Моя старшая сестра в том же 1968 году закончила десять классов и также поехала в Читу поступила в пединститут. Мама, помню, плакала постоянно, так не хотела, чтобы я уезжал, желала, чтобы не поступил… Я тогда был маленьким, слабеньким, и было мне всего 15 лет.

Помню, как уезжал из родного гнезда, из крепости в большой город, в новую жизнь, где надо было рассчитывать только на себя. Слезы бежали из глаз мамы всю неделю до самого моего отъезда. На это невозможно было смотреть. У самого слезы наворачивались…

Встречи я всегда любил, хотя мама пускала слезы и когда я приезжал на каникулы или в отпуск. Мне кажется, что плакала она в основном из-за меня, так как когда она встречала или провожала сестер, слез было намного меньше.

Может, мне так просто казалось… Может, в маме оставалась верность крестьянским традициям: раньше младший сын брал на себя ответственность за родителей, жил с ними, а потом по наследству получал родительский дом.

II

Наш техникум находился в центре города на улице Полины Осипенко. Это было большое каменное здание с колоннами в сталинском стиле.

Каменное общежитие стояло рядом на улице Ленина. Там же строились еще два девятиэтажных общежития, поэтому нас поселили на год на Новобульварную, почти в трех километрах от техникума. Общежитие представляло собой достаточно старое двухэтажное деревянное здание. Комендантом была полная женщина, про таких обычно говорят «гром-баба». Когда она говорила на первом этаже, то на втором спокойно можно было разобрать ее речь.
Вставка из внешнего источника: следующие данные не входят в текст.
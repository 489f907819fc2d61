"""Published relations between period, metallicity and luminosity, by name."""

from __future__ import annotations

import math
import tomllib
from collections.abc import Mapping
from dataclasses import dataclass, field
from functools import cache
from importlib.resources import files
from typing import Literal

MetalScale = Literal["[Fe/H]", "log Z"]
ALPHA_ENHANCEMENT_DEX = 0.3
"""[α/Fe] of old stars (common practice)."""
OVERTONE_TO_FUNDAMENTAL_DEX = 0.127
"""Added to log P of a first-overtone RR Lyrae star (from memory)."""
DEFAULTS = {
    ("cepheid", "W"): "OGLE-III LMC", ("cepheid", "V"): "OGLE-III LMC", ("cepheid", "I"): "OGLE-III LMC",
    ("cepheid", "B"): "Madore & Freedman 1991", ("cepheid", "R"): "Madore & Freedman 1991",
    ("rr_lyrae", "V"): "Muraveva 2018", ("rr_lyrae", "I"): "Catelan 2004", ("rr_lyrae", "i"): "Caceres & Catelan 2008",
}  # fmt: skip
"""(kind, band) → calibration where the target names none, or one without that band."""


@dataclass(frozen=True, slots=True)
class Relation:
    """Absolute magnitude: zero + slope (log P - pivot) + metal (X - metal_at) + metal2 X²."""

    zero: float
    scatter: float
    """Of single stars, mag: width of the instability strip, or of the horizontal branch."""
    slope: float = 0.0
    pivot: float = 0.0
    metal: float = 0.0
    metal_at: float = 0.0
    metal2: float = 0.0
    r: float | None = None
    """Of a Wesenheit index I - r (V - I)."""

    def absolute_mag(self, log_p: float, metal: float) -> float:
        """M of a star; ``metal`` on the calibration's scale."""
        by_metal = self.metal * (metal - self.metal_at) + self.metal2 * metal**2
        return self.zero + self.slope * (log_p - self.pivot) + by_metal

    def per_dex(self, metal: float) -> float:
        """dM/dX at a metallicity."""
        return self.metal + 2.0 * self.metal2 * metal


@dataclass(frozen=True, slots=True)
class Calibration:
    """Relations of one publication and the distance scale they stand on."""

    name: str
    kind: str
    source: str
    checked: str
    anchor: str
    zero_err: float
    bands: Mapping[str, Relation]
    overtone: Mapping[str, Relation] = field(default_factory=dict)
    """Of first-overtone Cepheids."""
    metal_scale: MetalScale = "[Fe/H]"
    metal_at: float = 0.0
    """Mean metallicity of the calibrating Cepheids."""
    metal_at_err: float = 0.0
    gamma: float = 0.0
    """dM/d[O/H] of Cepheids, mag per dex."""
    gamma_err: float = 0.0
    shortest_d: float = 0.0
    """Shorter periods are outside the calibration."""

    @property
    def provenance(self) -> str:
        """Publication and how far its numbers were checked."""
        return f"{self.source}; anchor: {self.anchor}" + ("" if self.checked == "publication" else "; from memory")


def wesenheit(v: float, i: float, r: float) -> float:
    """Reddening-free index W = I - r (V - I) (Madore 1982); r must be that of the relation it is compared with."""
    return i - r * (v - i)


def log_z(fe_h: float, alpha_fe: float = ALPHA_ENHANCEMENT_DEX) -> float:
    """log Z of [Fe/H]: [M/H] - 1.765, [M/H] = [Fe/H] + log(0.638 10^[α/Fe] + 0.362) (Salaris et al. 1993)."""
    return fe_h + math.log10(0.638 * 10.0**alpha_fe + 0.362) - 1.765


@cache
def calibrations() -> dict[str, Calibration]:
    """All calibrations by name."""
    data = tomllib.loads((files("reduce.candles") / "tables" / "relations.toml").read_text(encoding="utf-8"))
    common = data["metallicity"]
    found = {}
    for entry in data["calibration"]:
        fields = dict(entry)
        fields["bands"] = {band: Relation(**values) for band, values in fields["bands"].items()}
        fields["overtone"] = {band: Relation(**values) for band, values in fields.get("overtone", {}).items()}
        if fields["kind"] == "cepheid":
            fields.setdefault("gamma", common["gamma"])
            fields.setdefault("gamma_err", common["gamma_err"])
        found[fields["name"]] = Calibration(**fields)
    return found


def names_for(kind: str) -> tuple[str, ...]:
    """Names of the calibrations of a kind of star, in the order of the table."""
    return tuple(name for name, each in calibrations().items() if each.kind == kind)


def calibration_for(kind: str, band: str, wanted: str | None) -> Calibration | None:
    """The wanted calibration where it has the band, else the default one of the band; None without any."""
    chosen = calibrations().get(wanted or "")
    if chosen is not None and chosen.kind == kind and band in chosen.bands:
        return chosen
    name = DEFAULTS.get((kind, band))
    return calibrations()[name] if name else None
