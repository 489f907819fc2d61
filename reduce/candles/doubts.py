"""Evidence that a light curve is not that of a normal type Ia supernova."""

from __future__ import annotations

import math

import numpy as np

from reduce.candles.distance import hubble_modulus, peculiar_velocity_modulus_error
from reduce.candles.solve import Solved
from reduce.records import Caution, Floats, Target

LARGEST_CHI2 = 2.0
LARGEST_REJECTED = 0.15
DM15_EDGES = (0.75, 1.74)
"""Beyond them the fit leans on the edge of the model: the shape is not among its own."""
TOO_BLUE_SIGMA = 3.0
NO_SECOND_MAXIMUM_MAG, NO_SECOND_MAXIMUM_SIGMA = 0.25, 3.0
SECOND_MAXIMUM_D = (18.0, 32.0)
"""Rest-frame days when I and i of a normal type Ia rise again or stand still."""
OFF_HUBBLE_SIGMA = 4.0
LEAST_HUBBLE_Z = 0.003
"""Below, a redshift says nothing of the distance."""
PECULIAR_KM_S = 300.0


def doubts(target: Target, solved: Solved, mu_err: float) -> list[Caution]:
    """Named doubts with their evidence.

    Parameters
    ----------
    mu_err
        Error of the modulus with the scatter of supernovae, mag.
    """
    found = []

    def add(name: str, evidence: str) -> None:
        found.append(Caution(name, evidence, doubts_type=True))

    mu, e, _, dm15 = (float(value) for value in solved.mean)
    n = len(solved.system)
    if solved.chi2 > LARGEST_CHI2 * n:
        add("bad_chi2", f"χ² is {solved.chi2 / n:.1f} per point: perhaps no normal type Ia.")
    if solved.n_rejected > LARGEST_REJECTED * len(solved.data.mags):
        add("many_rejected", f"{solved.n_rejected} of {len(solved.data.mags)} points do not fit.")
    low, high = DM15_EDGES
    if not low <= dm15 <= high:
        side = "slower" if dm15 < low else "faster"
        add("shape_at_edge", f"Δm15 = {dm15:.2f}: it fades {side} than any normal type Ia of the model.")
    if e > solved.data.model.validity.e_host_most:
        add("high_extinction", f"host E(B−V) = {e:.2f}: very dusty, or redder by nature than a type Ia.")
    blue = _bluer_than_dustless(solved)
    if blue is not None:
        add("too_blue", f"bluer than a normal type Ia without dust by E(B−V) = {blue[0]:.2f} ± {blue[1]:.2f}.")
    dip = _missing_second_maximum(solved)
    if dip is not None:
        band, mag = dip
        add("no_second_maximum", f"{band} is {mag:.2f} mag too faint where a normal type Ia has its second maximum.")
    if target.z is not None and target.z >= LEAST_HUBBLE_Z:
        expected = hubble_modulus(target.z)
        sigma = math.hypot(mu_err, peculiar_velocity_modulus_error(target.z, PECULIAR_KM_S))
        if abs(mu - expected) > OFF_HUBBLE_SIGMA * sigma:
            word = "fainter" if mu > expected else "brighter"
            add(
                "off_hubble_law",
                f"{abs(mu - expected):.1f} mag {word} than a normal type Ia at z = {target.z:.4f} "
                f"({OFF_HUBBLE_SIGMA:.0f} σ would be {OFF_HUBBLE_SIGMA * sigma:.1f} mag).",
            )
    return found


def _bluer_than_dustless(solved: Solved) -> tuple[float, float] | None:
    """How negative E(B-V) would have to be, without its prior; None when that is not sure."""
    system = solved.system
    i, j = solved.nodes.peak
    e = float(solved.nodes.e[i, j])
    b = system.design.T @ (system.whitener @ solved.residual)  # about (μ, E) of the peak
    normal = system.design.T @ system.design
    if len(system.points.bands) < 2:
        return None
    inverse = np.linalg.inv(normal)
    free, sigma = e + float((inverse @ b)[1]), math.sqrt(float(inverse[1, 1]))
    return (-free, sigma) if free < -TOO_BLUE_SIGMA * sigma else None


def _missing_second_maximum(solved: Solved) -> tuple[str, float] | None:
    """Band and mag by which I or i lies below the model between +18 and +32 d."""
    points = solved.system.points
    phase = solved.data.phase(points.mjd, float(solved.mean[2]))
    worst: tuple[str, float] | None = None
    for band in ("I", "i"):
        mine = (points.band == band) & (phase > SECOND_MAXIMUM_D[0]) & (phase < SECOND_MAXIMUM_D[1])
        if not mine.any():
            continue
        mean, sigma = _mean(solved.residual[mine], solved.system.parts.total[np.ix_(mine, mine)])
        if mean > NO_SECOND_MAXIMUM_MAG and mean > NO_SECOND_MAXIMUM_SIGMA * sigma:
            worst = (band, mean) if worst is None or mean > worst[1] else worst
    return worst


def _mean(values: Floats, cov: Floats) -> tuple[float, float]:
    weights = np.linalg.solve(cov, np.ones(len(values)))
    return float(weights @ values / weights.sum()), float(1.0 / math.sqrt(weights.sum()))
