"""Advice for Cepheids and RR Lyrae stars: fill the widest gap of the folded light curve."""

from __future__ import annotations

import math
from collections.abc import Sequence

import numpy as np

from reduce.almanac.times import mjd_to_jd
from reduce.plan.exposure import Conditions, TelescopeNoise
from reduce.plan.hours import Hours, options
from reduce.records import Estimate, Point, Target
from reduce.settings import Planning
from reduce.views import Advice, TargetNight, TargetPlan

WANTED_BANDS = ("V", "I")
"""Of the reddening-free index; what the telescope lacks is replaced by what it has."""
SMALL_GAP = 0.1
"""Of phase; below it a series is well covered (common practice)."""
ENOUGH_POINTS = {"cepheid": 12, "rr_lyrae": 20}
"""In each band, with even phases (common practice)."""
LONGEST_SHARE = 0.02
"""Of the period, that an exposure may last (common practice)."""
WANTED_SNR = 50.0


def pulsator_plan(
    target: Target,
    night: TargetNight,
    estimate: Estimate | None,
    points: Sequence[Point],
    noise: TelescopeNoise,
    when: Sequence[Hours],
    cost: Planning,
) -> TargetPlan:
    """Bands and hour tonight that come nearest to the middle of the widest phase gap."""
    if not when or not when[0].mjd:
        return TargetPlan(target, night, f"nothing tonight: {night.why_not or 'the observable hours have passed'}.")
    bands = [band for band in WANTED_BANDS if band in noise.bands] or sorted(noise.bands)[:2]
    pulsation = estimate.pulsation if estimate is not None else None
    advice: list[Advice] = []
    for band in bands:
        mine = [p for p in points if p.band == band and p.mag is not None and p.state == "kept"]
        mag = float(np.median([p.mag for p in mine if p.mag is not None])) if mine else None
        if pulsation is None:
            k, gap, why = len(when[0].mjd) // 2, 1.0, f"{band}: no period yet, every hour and night is new"
        else:
            phases = [_phase(p.mjd, pulsation.period_d, pulsation.epoch_bjd) for p in mine]
            start, gap = widest_gap(phases)
            if gap < SMALL_GAP and len(mine) >= ENOUGH_POINTS.get(target.kind, 12):
                continue
            offers = [_phase(t, pulsation.period_d, pulsation.epoch_bjd) for t in when[0].mjd]
            k, inside = nearest_to_gap(offers, start, gap)
            if not inside:
                continue
            at = offers[k]
            why = f"{band} at phase {at:.2f}: the widest gap runs from {start:.2f} over {gap:.2f} of the period"
        advice += _exposure(target, noise, band, mag, when[0].night, when[0].mjd[k], when[0].conditions[k], why, cost,
                            pulsation.period_d if pulsation else None, first=not advice)  # fmt: skip
    if not advice:
        reach = "no gap of the phases comes round while it is up" if pulsation is not None else "too faint"
        return TargetPlan(target, night, f"nothing useful tonight: {reach}.")
    minutes = sum(one.minutes for one in advice)
    what = "fills the widest gap of its phases" if pulsation is not None else "helps to find its period"
    sentence = f"{' '.join(one.band for one in advice)} tonight, {minutes:.0f} min: {what}."
    return TargetPlan(target, night, sentence, tuple(advice))


def widest_gap(phases: Sequence[float]) -> tuple[float, float]:
    """(phase at which it begins, width) of the widest gap of a folded series."""
    if not phases:
        return 0.0, 1.0
    ordered = np.sort(np.asarray(phases) % 1.0)
    widths = np.diff(np.append(ordered, ordered[0] + 1.0))
    k = int(np.argmax(widths))
    return float(ordered[k]), float(widths[k])


def nearest_to_gap(phases: Sequence[float], start: float, width: float) -> tuple[int, bool]:
    """The phase on offer that is nearest to a gap's middle, and whether it lies inside the gap's middle half."""
    middle = start + width / 2.0
    away = np.abs((np.asarray(phases) - middle + 0.5) % 1.0 - 0.5)
    k = int(np.argmin(away))
    return k, bool(away[k] <= width / 4.0)


def _phase(mjd: float, period_d: float, epoch_bjd: float) -> float:
    return (float(mjd_to_jd(mjd)) - epoch_bjd) / period_d % 1.0


def _exposure(
    target: Target,
    noise: TelescopeNoise,
    band: str,
    mag: float | None,
    night: str,
    mjd: float,
    met: Conditions,
    why: str,
    cost: Planning,
    period_d: float | None,
    *,
    first: bool,
) -> list[Advice]:
    n, exposure_s, snr = 1, noise.bands[band].usual_exposure_s, math.nan
    if mag is not None:
        ways = options(noise, band, mag, met, cost, (WANTED_SNR, WANTED_SNR / 2.0))
        if not ways:
            return []
        n, exposure_s, snr = ways[0].n, ways[0].exposure_s, ways[0].snr
    if period_d is not None and n * exposure_s > LONGEST_SHARE * period_d * 86400.0:
        why += f"; longer than {LONGEST_SHARE:.0%} of the period, which smooths the light curve"
    seconds = n * (exposure_s + cost.readout_s) + cost.filter_s + (cost.slew_s if first else 0.0)
    return [Advice(night, mjd, band, n, exposure_s, snr, met.airmass, seconds / 60.0, None, why)]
В комнате нас оказалось семь человек, все из одной группы. Наша комната располагалась на втором этаже и была угловой. Мне досталось хорошее место в самом дальнем углу.
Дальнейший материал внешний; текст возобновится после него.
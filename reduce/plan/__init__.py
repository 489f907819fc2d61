"""What to observe next."""
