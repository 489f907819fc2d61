"""The best hour of a night for each band of a target, and what an exposure would give there."""

from __future__ import annotations

import math
from collections.abc import Mapping, Sequence
from dataclasses import dataclass

import numpy as np

from reduce.plan.exposure import LEAST_S, Conditions, TelescopeNoise
from reduce.plan.moonlight import moonlight_nl
from reduce.plan.tonight import NightSky, Track
from reduce.settings import Planning

WANTED_SNR = (20.0, 40.0, 80.0)
"""Signal-to-noise that exposures are offered for."""
LONGEST_TOTAL_S = 1800.0
"""Of all frames of one band and night."""


@dataclass(frozen=True, slots=True)
class Hours:
    """When a target can be observed on one night: times and what is met at each."""

    night: str
    mjd: tuple[float, ...]
    conditions: tuple[Conditions, ...]


@dataclass(frozen=True, slots=True)
class Option:
    """Frames of one band at one time."""

    n: int
    exposure_s: float
    snr: float

    def seconds(self, cost: Planning) -> float:
        """Open shutter and read-out."""
        return self.n * (self.exposure_s + cost.readout_s)

    @property
    def variance(self) -> float:
        """Of the magnitude, mag², without what the frames of a night share."""
        return (1.0857 / self.snr) ** 2


def hours(sky: NightSky, found: Track, from_mjd: float = -math.inf) -> Hours:
    """The times of a night, from a moment on, at which the target can be observed."""
    rows = [k for k in np.flatnonzero(found.observable).tolist() if sky.mjd[k] >= from_mjd]
    met = []
    for k in rows:
        above = found.moon[k]
        phase = math.degrees(math.acos(min(1.0, max(-1.0, 2.0 * above.illumination - 1.0))))
        altitude = float(found.altitude_deg[k])
        light = moonlight_nl(phase, above.separation_deg, above.altitude_deg, altitude)
        met.append(Conditions(float(found.airmass[k]), altitude, light))
    return Hours(sky.night, tuple(float(sky.mjd[k]) for k in rows), tuple(met))


def best_hour(noise: TelescopeNoise, band: str, mag: float, when: Hours) -> tuple[float, Conditions] | None:
    """Time and conditions with the most signal-to-noise for the usual exposure; None when there is no time."""
    if not when.mjd:
        return None
    usual = noise.bands[band].usual_exposure_s
    values = [noise.snr(band, mag, usual, met) for met in when.conditions]
    k = int(np.argmax(values))
    return when.mjd[k], when.conditions[k]


def options(
    noise: TelescopeNoise, band: str, mag: float, met: Conditions, cost: Planning, wanted: Sequence[float] = WANTED_SNR
) -> tuple[Option, ...]:
    """Ways to expose, shortest first; what would take too long or saturate in the shortest frame is left out."""
    found = []
    for snr in wanted:
        total = max(noise.exposure(band, mag, snr, met), LEAST_S)
        if total > LONGEST_TOTAL_S or noise.longest_unsaturated(band, mag, met) < LEAST_S:
            continue
        n, exposure_s = noise.split(band, mag, total, met, cost.longest_exposure_s)
        exposure_s = rounded(exposure_s)
        found.append(Option(n, exposure_s, noise.snr(band, mag, exposure_s, met, n)))
    return tuple(found)


def saturation_warnings(noise: TelescopeNoise, mags: Mapping[str, float], met: Conditions) -> tuple[str, ...]:
    """One sentence for each band whose usual exposure would bring the target (of these magnitudes) near saturation."""
    found = []
    for band, mag in mags.items():
        usual, longest = noise.bands[band].usual_exposure_s, noise.longest_unsaturated(band, mag, met)
        if usual > longest:
            found.append(f"{band}: the usual {usual:.0f} s would bring it near saturation, keep below {longest:.0f} s.")
    return tuple(found)


def rounded(seconds: float) -> float:
    """An exposure as an observer would set it, never shorter than asked."""
    step = 1.0 if seconds < 20 else 5.0 if seconds < 120 else 10.0
    return step * math.ceil(seconds / step - 1e-9)
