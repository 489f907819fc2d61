"""Which exposures bring a type Ia modulus to its goal with the least telescope time, and which of them are tonight's.

From tonight the cheapest way to the goal is built exposure by exposure: always the night's bundle of exposures that
lowers the expected variance of μ most for each minute, a coming night's gain counting by the chance that it is clear.
What of it falls on tonight is the advice; the next night everything is built anew with what was really seen.
"""

from __future__ import annotations

from collections.abc import Sequence
from dataclasses import dataclass

import numpy as np

from reduce.plan.forecast import Outlook, Slot
from reduce.plan.hours import Option, rounded
from reduce.records import Floats
from reduce.settings import Planning

MOST_STEPS = 40
LEAST_FALL = 0.002
"""Of the variance of μ (relative), which an exposure must bring to be named at all."""
Bundle = list[tuple[int, Option, float]]
"""Slot, how it is filled, seconds."""
PARAMETERS = ("μ", "host dust", "time of maximum", "Δm15")
SECOND_MAXIMUM_D = (17.0, 40.0)
"""Rest-frame days at which R, I, r and i pass their shoulder or second maximum."""
DECLINE_D = (8.0, 22.0)


@dataclass(frozen=True, slots=True)
class Step:
    """One exposure of the cheapest way, in the order in which it was chosen."""

    slot: int
    option: Option
    minutes: float
    """With its share of slew and filter."""
    mu_variance: float
    """Expected after it, mag²."""
    parameter: int
    """Of `PARAMETERS`: what it settles."""


def cheapest_way(
    outlook: Outlook,
    slots: Sequence[Slot],
    options: Sequence[Sequence[Option]],
    goal_variance: float,
    cost: Planning,
    tonight: str,
) -> list[Step]:
    """Exposures until the expected variance of μ reaches the goal, or until none is worth naming.

    Parameters
    ----------
    outlook
        Of the slots; it is left as it is.
    options
        Ways to fill each slot, may be empty.
    """
    now = outlook.copy()
    nights: dict[str, list[int]] = {}
    for k, slot in enumerate(slots):
        if options[k]:
            nights.setdefault(slot.night, []).append(k)
    visited: set[str] = set()
    filters: set[tuple[str, str]] = set()
    way: list[Step] = []
    while now.mu_variance > goal_variance and len(way) < MOST_STEPS:
        bundles = {
            night: _bundle(now, rows, slots, options, cost, night in visited, {b for n, b in filters if n == night})
            for night, rows in nights.items()
        }
        chance = {night: 1.0 if night == tonight else cost.clear_chance for night in nights}
        best = max(bundles, key=lambda night: (bundles[night][0] * chance[night], night), default=None)
        if best is None or not bundles[best][1]:
            break
        for k, option, seconds in bundles[best][1]:
            if now.mu_variance <= goal_variance:
                break
            before = now.theta.mean(axis=0)
            now.take(k, option.variance)
            after = now.theta.mean(axis=0)
            filters.add((best, slots[k].band))
            way.append(Step(k, option, seconds / 60.0, float(after[0, 0]), settled(before, after)))
        visited.add(best)
    return _pruned(outlook, slots, way, goal_variance)


def _pruned(outlook: Outlook, slots: Sequence[Slot], way: list[Step], goal_variance: float) -> list[Step]:
    """The way without the nights, and then the exposures, that what was chosen after them made needless."""
    if not way or way[-1].mu_variance > goal_variance:
        return way
    place = {k: i for i, k in enumerate(dict.fromkeys(step.slot for step in way))}
    local = outlook.only(list(place))

    def enough(steps: Sequence[Step]) -> bool:
        now = local.copy()
        for step in steps:
            now.take(place[step.slot], step.option.variance)
        return now.mu_variance <= goal_variance

    for group in (lambda step: slots[step.slot].night, id):
        costs: dict[object, float] = {}
        for step in way:
            costs[group(step)] = costs.get(group(step), 0.0) + step.minutes
        for key in sorted(costs, key=lambda key: -costs[key]):
            rest = [step for step in way if group(step) != key]
            if enough(rest):
                way = rest
    return way


def _bundle(
    now: Outlook,
    rows: Sequence[int],
    slots: Sequence[Slot],
    options: Sequence[Sequence[Option]],
    cost: Planning,
    there: bool,
    filters: set[str],
) -> tuple[float, Bundle]:
    """The exposures of one night with the most fall of variance per second, and that."""
    local = now.only(rows)
    start = local.mu_variance
    used, total = set(filters), 0.0 if there else cost.slew_s
    slew_s = total
    chosen: Bundle = []
    best: tuple[float, Bundle] = (0.0, [])
    for _ in range(2 * len(rows)):
        found: tuple[float, int, Option, float] | None = None
        for place, row in enumerate(rows):
            change = 0.0 if slots[row].band in used else cost.filter_s
            for option in options[row]:
                seconds = option.seconds(cost) + change
                fall = local.gain(place, option.variance)
                rate = (start - local.mu_variance + fall) / (total + seconds)
                if fall > LEAST_FALL * start and (found is None or rate > found[0]):
                    found = rate, place, option, seconds
        if found is None or found[0] <= best[0]:
            break
        rate, place, option, seconds = found
        local.take(place, option.variance)
        total += seconds
        used.add(slots[rows[place]].band)
        chosen.append((rows[place], option, seconds + (0.0 if chosen else slew_s)))
        best = rate, list(chosen)
    return best


def settled(before: Floats, after: Floats) -> int:
    """Which parameter's better knowledge did most for μ; 0: none, it only averages scatter."""
    share = before[0, 1:] ** 2 / np.diag(before)[1:] / before[0, 0]
    score = share * (1.0 - np.diag(after)[1:] / np.diag(before)[1:])
    return int(np.argmax(score)) + 1 if score.max() > 0.01 else 0


def reason(band: str, phase: float, parameter: int) -> str:
    """Why an exposure helps, in words."""
    when = f"{band} at {phase:+.0f} d"
    if parameter == 1:
        return f"{when}: colour fixes the host's dust"
    if parameter == 2:
        return f"{when}: fixes the time of maximum"
    if parameter == 3 and band in "RIri" and SECOND_MAXIMUM_D[0] <= phase <= SECOND_MAXIMUM_D[1]:
        return f"{when}: second maximum fixes Δm15"
    if parameter == 3 and DECLINE_D[0] <= phase <= DECLINE_D[1]:
        return f"{when}: decline fixes Δm15"
    if parameter == 3:
        return f"{when}: fixes Δm15"
    return f"{when}: averages its scatter"


def scheduled(
    outlook: Outlook, slots: Sequence[Slot], way: Sequence[Step], cost: Planning, tonight: str
) -> tuple[list[Step], list[Step]]:
    """The way as it would be observed: tonight's exposures as chosen, then the later ones by time.

    Exposures of one slot become one; the variance of μ after each, and its minutes, follow that order.
    """
    ways: dict[int, list[Option]] = {}
    for step in way:
        ways.setdefault(step.slot, []).append(step.option)
    now_slots = [k for k in ways if slots[k].night == tonight]
    later_slots = sorted((k for k in ways if slots[k].night != tonight), key=lambda k: (slots[k].night, slots[k].mjd))
    now = outlook.copy()
    steps, visited = [], set()
    for k in now_slots + later_slots:
        option = _together(ways[k])
        seconds = option.seconds(cost) + cost.filter_s + (0.0 if slots[k].night in visited else cost.slew_s)
        visited.add(slots[k].night)
        before = now.theta.mean(axis=0)
        now.take(k, option.variance)
        after = now.theta.mean(axis=0)
        steps.append(Step(k, option, seconds / 60.0, float(after[0, 0]), settled(before, after)))
    return steps[: len(now_slots)], steps[len(now_slots) :]


def _together(options: Sequence[Option]) -> Option:
    n = sum(option.n for option in options)
    total = sum(option.n * option.exposure_s for option in options)
    return Option(n, rounded(total / n), float(np.sqrt(sum(option.snr**2 for option in options))))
Мы только познакомились и разложили продукты, как к нам зашел рыженький парень.

– Пацаны, привет, а ты, – он показал на меня, – подойди ко мне.

Подхожу.

– У тебя зубная щетка есть?

– Ну да.

– Так коридорчик подмети, да почище, – и ушел.
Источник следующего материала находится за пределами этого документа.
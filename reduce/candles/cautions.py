"""Named warnings that go with a type Ia fit, each with its evidence."""

from __future__ import annotations

from reduce.candles.solve import Solved
from reduce.records import Caution, LightCurve, Target

LATE_START_D = 8.0
LARGEST_Z = 0.08
"""The K-corrections reach 0.1, but the calibrating supernovae thin out beyond this."""
LARGEST_CHI2 = 2.0
LARGEST_REJECTED = 0.15


def input_cautions(curve: LightCurve, target: Target, model_bands: tuple[str, ...]) -> list[Caution]:
    """The warnings that need no fit."""
    found = []
    if target.spectroscopic_type is None:
        found.append(Caution("type_assumed", "no spectroscopic type is known; a normal type Ia is assumed."))
    if target.z is None:
        found.append(Caution("redshift_unknown", "no redshift is known; it is taken as 0."))
    if target.ebv_mw is None:
        found.append(
            Caution(
                "reddening_unknown",
                "the Milky Way's E(B−V) is unknown and not corrected: μ may be too high by 1.1 E(B−V).",
            )
        )
    unknown = sorted(set(curve.band.tolist()) - set(model_bands))
    if unknown:
        found.append(Caution("band_ignored", f"the model knows no band {', '.join(unknown)}."))
    return found


def cautions(curve: LightCurve, target: Target, solved: Solved) -> tuple[Caution, ...]:
    """All that the observer should know before trusting the estimate."""
    data, model = solved.data, solved.data.model
    found = input_cautions(curve, target, model.bands)
    _, e, t_max, dm15 = (float(value) for value in solved.mean)
    phase = data.phase(solved.system.points.mjd, t_max)
    first, last = float(phase.min()), float(phase.max())
    bands = [band for band, _ in solved.system.points.bands]
    if first > LATE_START_D:
        found.append(Caution("late_start", f"the first point is {first:.0f} d after maximum: t_max is uncertain."))
    if last < 0:
        found.append(Caution("before_maximum", f"the last point is {-last:.0f} d before the fitted maximum."))
    if len(bands) == 1:
        found.append(Caution("single_band", f"only {bands[0]} is there: host dust is assumed, not measured."))
    if not {"B", "g"} & set(bands):
        found.append(Caution("no_B_or_g", f"only {', '.join(bands)}: host dust is weakly constrained."))
    low, high = model.validity.dm15
    if not low <= dm15 <= high:
        found.append(Caution("dm15_outside", f"Δm15 = {dm15:.2f} is outside {low} to {high}."))
    if e > model.validity.e_host_most:
        found.append(Caution("high_extinction", f"host E(B−V) = {e:.2f}: the host's own R_V matters."))
    if solved.chi2 > LARGEST_CHI2 * len(solved.system):
        per_point = solved.chi2 / len(solved.system)
        found.append(Caution("bad_chi2", f"χ² is {per_point:.1f} per point: perhaps no normal type Ia."))
    if solved.n_rejected > LARGEST_REJECTED * len(data.mags):
        found.append(Caution("many_rejected", f"{solved.n_rejected} of {len(data.mags)} points do not fit."))
    if target.z is not None and not 0.0 <= target.z <= LARGEST_Z:
        found.append(Caution("z_outside", f"z = {target.z:.3f} is outside 0 to {LARGEST_Z}."))
    return tuple(found)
«Вот шутник, почти как я», – решил я тогда.

Вечером он заходит снова, но в его голосе уже слышны жесткие нотки:

– Ты, олух, почему не подмел?

Я молча взял щетку и уехал из общежития к дяде Сереже Кондратьеву, родственнику по маме.

Дядя Сережа – истинный интеллигент. Добрый, вдумчивый, умеющий слушать. Он всегда старался разукрасить мою жизнь.

Вообще интеллигенция – не просто умные люди, а те, кто живет для народа, живет его чаяниями и ставит его жизнь выше своих амбиций и собственного «я». Дядя Сережа был из таких редких людей. Он отличался тактом, умом и желанием помочь.

Дома у дяди Сережи я хорошо поел и остался ночевать, но говорить о происшествии в общежитии не стал. Спал я в ту ночь плохо, понимал, что вечно прятаться от реальности не получится…

Утром я пошел на занятия. После занятий, пообедав в столовой по абонементу за 35 копеек, мы с ребятами пошли в общежитие. Родители дали мне пять рублей на месяц. Сказали: «Если не хватит, то сообщишь».

Вечером в комнату пришли нежданные гости. Один – крепкий парень спортивной выправки, боксер первого разряда Кобас. Второй – долговязый, с противным холодным взглядом, а третий – мой знакомый, рыженький, как и я.

Кобас подошел к Николаю Позднякову, который был рядом, сжал руку в кулак, медленно подвел ее к животу Коли и сказал: «Ты знаешь, что такое апперкот? Если не хочешь понять, давай деньги!»

Колька полез в карман, начал вытаскивать деньги. Сначала достал три рубля, потом рубль, копейки. Я начал быстро думать. Деньги были в правом кармане, поэтому я потихоньку засунул руку туда и собрал их. Пока другие отдавали свои деньги, я был вне поля зрения гостей, поэтому приподнял простынь и сунул деньги в дырку матраса, закрыв ее простыней, и сдвинул подушку.